— YOUR TASK —
Each line in the data holding "mean" should be listed.

— PROVIDED RECORDS —
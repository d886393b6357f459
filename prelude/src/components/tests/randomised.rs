//! The random search: what it finds, and whether its error is as reported and as theory has it.

use nalgebra::{DMatrix, DVector};

use super::routes::assert_orthonormal;
use super::weights::weighted_and_repeated;
use super::{BOTH, correlated, noise};
use crate::compare::{assert_all_relative, assert_columns_up_to_sign, assert_matrix, assert_zero};
use crate::components::randomised::decompose;
use crate::components::scores::Standardised;
use crate::components::{
    ComponentOptions, Decomposition, RandomisedOptions, Route, Scaling, principal_components,
    principal_components_with,
};
use crate::error::Error;
use crate::table::DataMatrix;

fn search(keep: usize, scaling: Scaling, options: RandomisedOptions) -> ComponentOptions {
    ComponentOptions::new(scaling).keep(keep).decomposition(Decomposition::Randomised(options))
}

#[test]
fn a_randomised_search_finds_the_leading_components_and_bounds_its_error() {
    // Two components stand out of many small ones of slowly declining variance.
    for (n, p) in [(300, 120), (120, 300), (6000, 60)] {
        let plain = DataMatrix::from_unnamed(correlated(n, p, 4)).unwrap();
        for x in [plain, weighted_and_repeated(n, p, 4).0] {
            for scaling in BOTH {
                let exact = principal_components(&x, scaling).unwrap();
                for power_iterations in [0, 2, 12] {
                    let options =
                        RandomisedOptions::new().seed(3).power_iterations(power_iterations);
                    let pca = principal_components_with(&x, search(3, scaling, options)).unwrap();
                    assert_eq!((pca.route(), pca.n_components()), (Route::Randomised, 3));
                    assert_orthonormal(&pca, 1e-12);
                    let quality = pca.approximation().unwrap();
                    assert_eq!((quality.n_directions(), quality.seed()), (13, 3));
                    let rounding = 1e-12 * exact.variances()[0];
                    for k in 0..3 {
                        let short = exact.variances()[k] - pca.variances()[k];
                        assert!(short >= -rounding, "variances are never too large: {short:e}");
                        assert!(short <= quality.norm_bound().powi(2), "{short:e}");
                        let nearest = exact
                            .variances()
                            .iter()
                            .map(|variance| (variance - pca.variances()[k]).abs())
                            .fold(f64::INFINITY, f64::min);
                        assert!(nearest <= quality.residuals()[k] + rounding);
                    }
                    if power_iterations == 12 {
                        let (seen, expected) = (pca.variances(), exact.variances());
                        assert_all_relative(
                            &seen.as_slice()[..2],
                            &expected.as_slice()[..2],
                            1e-10,
                            "variances",
                        );
                        assert!(quality.residuals()[0] < 1e-6 * expected[0]);
                    }
                    assert!(
                        pca.total_variance() == exact.total_variance()
                            || scaling == Scaling::Covariance
                    );
                    let left = exact.total_variance() - pca.variances().sum();
                    assert_zero(pca.left_out_variance() - left, 1e-10 * left, "residual variance");
                    // Scores belong to the loadings that were found.
                    let projected = pca.project(&x).unwrap();
                    assert_matrix(pca.scores(), &projected, 1e-10, "scores");
                }
            }
        }
    }
}

#[test]
fn a_randomised_search_is_exact_for_data_of_low_rank_far_from_the_origin() {
    for (n, p) in [(500, 90), (90, 500), (5000, 40)] {
        let x = noise(n, 4, 1) * noise(4, p, 2);
        let x = DataMatrix::from_unnamed(x.add_scalar(1e5)).unwrap();
        let exact = principal_components(&x, Scaling::Covariance).unwrap();
        let options = search(4, Scaling::Covariance, RandomisedOptions::new().seed(9));
        let pca = principal_components_with(&x, options).unwrap();
        assert_eq!(exact.rank(), 4);
        let (seen, expected) = (pca.variances(), exact.variances());
        assert_all_relative(seen.as_slice(), expected.as_slice(), 1e-10, "variances");
        assert_columns_up_to_sign(pca.loadings(), exact.loadings(), 1e-8, "loadings");
        assert!(pca.approximation().unwrap().norm_bound() < 1e-8);
        let options = search(5, Scaling::Covariance, RandomisedOptions::new().seed(9));
        assert!(matches!(
            principal_components_with(&x, options),
            Err(Error::ComponentOutOfRange { asked: 5, available: 4 })
        ));
    }
}

#[test]
fn a_randomised_search_depends_on_its_seed_only() {
    for (n, p) in [(5000, 30), (60, 3000)] {
        let x = DataMatrix::from_unnamed(correlated(n, p, 9)).unwrap();
        let run = |threads: usize, seed: u64| {
            let pool = rayon::ThreadPoolBuilder::new().num_threads(threads).build().unwrap();
            let options = RandomisedOptions::new().seed(seed).power_iterations(1);
            pool.install(|| {
                let options = search(3, Scaling::Correlation, options);
                let pca = principal_components_with(&x, options).unwrap();
                (pca.variances().clone(), pca.scores().clone(), pca.approximation().cloned())
            })
        };
        let one = run(1, 5);
        assert!(run(2, 5) == one && run(8, 5) == one, "{n} x {p}");
        assert!(run(1, 6) != one);
    }
}

#[test]
fn the_error_of_the_span_is_below_its_bound_and_on_average_below_the_theorem_s() {
    // Singular values 1, 1/2, 1/3, …, so that what is left out is large. Without power iterations
    // the expected error of k + o directions is at most (Halko, Martinsson and Tropp 2011, theorem
    // 10.6, from memory)
    //     (1 + √(k / (o − 1))) σ_k+1 + e √(k + o) / o √(Σ_{j > k} σ_j²).
    let (n, p, k, o) = (60, 40, 6, 8);
    let singular = DVector::from_fn(p, |j, _| 1.0 / (j as f64 + 1.0));
    let (left, right) = (noise(n, p, 1).qr().q(), noise(p, p, 2).qr().q());
    let x = left * DMatrix::from_diagonal(&singular) * right.transpose();
    let (mean, scale) = (DVector::zeros(p), DVector::repeat(p, 1.0));
    let data = Standardised { x: &x, mean: &mean, scale: &scale, weights: None };
    let errors: Vec<f64> = (0..40)
        .map(|seed| {
            let options = RandomisedOptions::new().oversampling(o).power_iterations(0).seed(seed);
            let found = decompose(&data, k, options).unwrap();
            let outside = &x - &x * &found.right * found.right.transpose();
            let error = outside.singular_values().max();
            let bound = found.approximation.norm_bound() * ((n - 1) as f64).sqrt();
            assert!(error <= bound, "{error} above {bound}");
            error
        })
        .collect();
    let mean = errors.iter().sum::<f64>() / errors.len() as f64;
    let (k, o) = (k as f64, o as f64);
    let tail = singular.rows(6, p - 6).norm();
    let theorem = (1.0 + (k / (o - 1.0)).sqrt()) * singular[6]
        + std::f64::consts::E * (k + o).sqrt() / o * tail;
    assert!(mean <= theorem, "{mean} above {theorem}");
    assert!(mean >= singular[14], "no 14 directions do better than the singular vectors");
}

— ANSWER TO THIS EXERCISE —
    let (mean, scale) = (DVector::zeros(p), DVector::repeat(p, 1.0));
    let data = Standardised { x: &x, mean: &mean, scale: &scale, weights: None };
    let mean = errors.iter().sum::<f64>() / errors.len() as f64;
    assert!(mean <= theorem, "{mean} above {theorem}");
    assert!(mean >= singular[14], "no 14 directions do better than the singular vectors");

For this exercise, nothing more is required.